Activity — Go through the listing and return every line with "RunName" in it.

----------

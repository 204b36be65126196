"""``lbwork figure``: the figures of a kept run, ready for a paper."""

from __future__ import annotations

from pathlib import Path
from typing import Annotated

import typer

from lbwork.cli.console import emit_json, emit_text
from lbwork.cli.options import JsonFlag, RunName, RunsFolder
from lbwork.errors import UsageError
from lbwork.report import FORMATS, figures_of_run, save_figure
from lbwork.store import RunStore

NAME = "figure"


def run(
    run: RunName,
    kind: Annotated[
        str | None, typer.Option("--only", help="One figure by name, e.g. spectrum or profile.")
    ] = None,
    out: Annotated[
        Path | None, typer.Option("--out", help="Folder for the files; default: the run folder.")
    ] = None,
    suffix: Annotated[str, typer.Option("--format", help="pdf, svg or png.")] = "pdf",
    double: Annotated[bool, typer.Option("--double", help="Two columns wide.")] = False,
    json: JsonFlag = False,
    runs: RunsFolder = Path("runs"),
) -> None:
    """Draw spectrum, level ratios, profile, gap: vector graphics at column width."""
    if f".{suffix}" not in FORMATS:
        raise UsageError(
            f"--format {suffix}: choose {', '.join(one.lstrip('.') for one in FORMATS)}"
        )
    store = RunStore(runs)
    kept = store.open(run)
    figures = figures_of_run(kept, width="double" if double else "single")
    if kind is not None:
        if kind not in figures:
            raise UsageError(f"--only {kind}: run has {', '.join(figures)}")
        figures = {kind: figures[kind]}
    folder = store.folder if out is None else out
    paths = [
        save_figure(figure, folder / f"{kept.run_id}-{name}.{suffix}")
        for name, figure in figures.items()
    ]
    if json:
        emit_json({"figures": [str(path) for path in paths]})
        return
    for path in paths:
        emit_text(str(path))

----------

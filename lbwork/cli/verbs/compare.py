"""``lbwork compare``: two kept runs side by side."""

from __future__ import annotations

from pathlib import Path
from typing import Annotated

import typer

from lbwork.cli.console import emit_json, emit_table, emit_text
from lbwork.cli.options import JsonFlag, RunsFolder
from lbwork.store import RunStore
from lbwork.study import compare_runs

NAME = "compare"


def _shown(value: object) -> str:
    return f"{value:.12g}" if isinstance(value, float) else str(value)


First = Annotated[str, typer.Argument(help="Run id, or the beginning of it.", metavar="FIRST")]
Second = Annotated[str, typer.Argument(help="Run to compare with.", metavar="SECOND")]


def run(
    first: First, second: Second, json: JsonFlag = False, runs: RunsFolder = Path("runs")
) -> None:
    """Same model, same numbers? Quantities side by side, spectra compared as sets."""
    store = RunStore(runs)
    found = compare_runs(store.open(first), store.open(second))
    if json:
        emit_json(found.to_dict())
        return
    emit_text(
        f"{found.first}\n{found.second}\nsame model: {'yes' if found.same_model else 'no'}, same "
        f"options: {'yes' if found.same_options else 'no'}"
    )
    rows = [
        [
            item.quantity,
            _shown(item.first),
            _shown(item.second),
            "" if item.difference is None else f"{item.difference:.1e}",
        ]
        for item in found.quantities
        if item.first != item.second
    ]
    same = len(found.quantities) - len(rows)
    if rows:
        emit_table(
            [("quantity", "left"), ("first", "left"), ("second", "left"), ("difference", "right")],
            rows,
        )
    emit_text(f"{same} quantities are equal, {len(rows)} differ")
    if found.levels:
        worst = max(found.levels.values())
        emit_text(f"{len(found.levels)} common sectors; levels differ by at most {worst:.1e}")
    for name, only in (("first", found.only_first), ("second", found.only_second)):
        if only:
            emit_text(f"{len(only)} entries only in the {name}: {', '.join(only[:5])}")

----------

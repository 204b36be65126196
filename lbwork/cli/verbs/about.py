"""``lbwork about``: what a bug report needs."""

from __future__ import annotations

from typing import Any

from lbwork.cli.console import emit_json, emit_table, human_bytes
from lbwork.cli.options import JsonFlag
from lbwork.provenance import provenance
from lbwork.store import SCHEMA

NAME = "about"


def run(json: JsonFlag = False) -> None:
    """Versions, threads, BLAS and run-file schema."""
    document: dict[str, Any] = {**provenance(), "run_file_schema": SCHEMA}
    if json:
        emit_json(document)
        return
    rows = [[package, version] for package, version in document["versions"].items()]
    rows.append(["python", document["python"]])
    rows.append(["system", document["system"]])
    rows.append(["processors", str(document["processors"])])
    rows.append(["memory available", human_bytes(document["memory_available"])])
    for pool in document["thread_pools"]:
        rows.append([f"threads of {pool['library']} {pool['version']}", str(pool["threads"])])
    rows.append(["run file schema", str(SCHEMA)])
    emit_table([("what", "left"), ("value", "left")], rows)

----------

Solution for this problem —
from lbwork.cli.options import JsonFlag, RunName, RunsFolder
    run: RunName,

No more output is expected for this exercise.